--- DATA EXTRACT ---

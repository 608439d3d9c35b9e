import { Grid } from 'antd';

/** A drawer's width: the preferred one, or the whole screen on a phone, so the form never runs past the edge. */
export function useDrawerSize(preferredPx: number): number | string {
  const screens = Grid.useBreakpoint();
  return screens.md === false ? '100%' : preferredPx;
}
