/**
 * Bilinear interpolation of a potential from a nested coarser tensor mesh (cx ⊂ fx, cy ⊂ fy,
 * every 2nd node from the first) to the finer one; fine nodes beyond the last coarse line take
 * its value. Used only as a first guess for the iterative solve.
 */
export function prolongNested(u: Float64Array, cx: Float64Array, cy: Float64Array, fx: Float64Array, fy: Float64Array): Float64Array {
  const ncx = cx.length, ncy = cy.length, nfx = fx.length, nfy = fy.length;
  const ix = new Int32Array(nfx), tx = new Float64Array(nfx);
  for (let i = 0; i < nfx; i++) {
    const i0 = Math.min(i >> 1, ncx - 1);
    ix[i] = i0;
    tx[i] = (i & 1) === 1 && i0 + 1 < ncx ? (fx[i] - cx[i0]) / (cx[i0 + 1] - cx[i0]) : 0;
  }
  const out = new Float64Array(nfx * nfy);
  for (let j = 0; j < nfy; j++) {
    const j0 = Math.min(j >> 1, ncy - 1);
    const ty = (j & 1) === 1 && j0 + 1 < ncy ? (fy[j] - cy[j0]) / (cy[j0 + 1] - cy[j0]) : 0;
    const r0 = j0 * ncx, r1 = (ty > 0 ? j0 + 1 : j0) * ncx;
    const o = j * nfx;
    for (let i = 0; i < nfx; i++) {
      const i0 = ix[i], t = tx[i], i1 = t > 0 ? i0 + 1 : i0;
      const a = u[r0 + i0] + t * (u[r0 + i1] - u[r0 + i0]);
      const b = u[r1 + i0] + t * (u[r1 + i1] - u[r1 + i0]);
      out[o + i] = a + ty * (b - a);
    }
  }
  return out;
}

function minStep(a: Float64Array): number {
  let m = Infinity;
  for (let i = 1; i < a.length; i++) m = Math.min(m, a[i] - a[i - 1]);
  return m;
}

---

* TASK TO COMPLETE: Transcribe each entry word for word.

* EXPECTED ANSWER:
repository 608439d3d9c35b9e
import { Grid } from 'antd';

/** A drawer's width: the preferred one, or the whole screen on a phone, so the form never runs past the edge. */
export function useDrawerSize(preferredPx: number): number | string {
  const screens = Grid.useBreakpoint();
  return screens.md === false ? '100%' : preferredPx;
}
/**
 * Bilinear interpolation of a potential from a nested coarser tensor mesh (cx ⊂ fx, cy ⊂ fy,
 * every 2nd node from the first) to the finer one; fine nodes beyond the last coarse line take
 * its value. Used only as a first guess for the iterative solve.
 */
export function prolongNested(u: Float64Array, cx: Float64Array, cy: Float64Array, fx: Float64Array, fy: Float64Array): Float64Array {
  const ncx = cx.length, ncy = cy.length, nfx = fx.length, nfy = fy.length;
  const ix = new Int32Array(nfx), tx = new Float64Array(nfx);
  for (let i = 0; i < nfx; i++) {
    const i0 = Math.min(i >> 1, ncx - 1);
    ix[i] = i0;
    tx[i] = (i & 1) === 1 && i0 + 1 < ncx ? (fx[i] - cx[i0]) / (cx[i0 + 1] - cx[i0]) : 0;
  }
  const out = new Float64Array(nfx * nfy);
  for (let j = 0; j < nfy; j++) {
    const j0 = Math.min(j >> 1, ncy - 1);
    const ty = (j & 1) === 1 && j0 + 1 < ncy ? (fy[j] - cy[j0]) / (cy[j0 + 1] - cy[j0]) : 0;
    const r0 = j0 * ncx, r1 = (ty > 0 ? j0 + 1 : j0) * ncx;
    const o = j * nfx;
    for (let i = 0; i < nfx; i++) {
      const i0 = ix[i], t = tx[i], i1 = t > 0 ? i0 + 1 : i0;
      const a = u[r0 + i0] + t * (u[r0 + i1] - u[r0 + i0]);
      const b = u[r1 + i0] + t * (u[r1 + i1] - u[r1 + i0]);
      out[o + i] = a + ty * (b - a);
    }
  }
  return out;
}

function minStep(a: Float64Array): number {
  let m = Infinity;
  for (let i = 1; i < a.length; i++) m = Math.min(m, a[i] - a[i - 1]);
  return m;
}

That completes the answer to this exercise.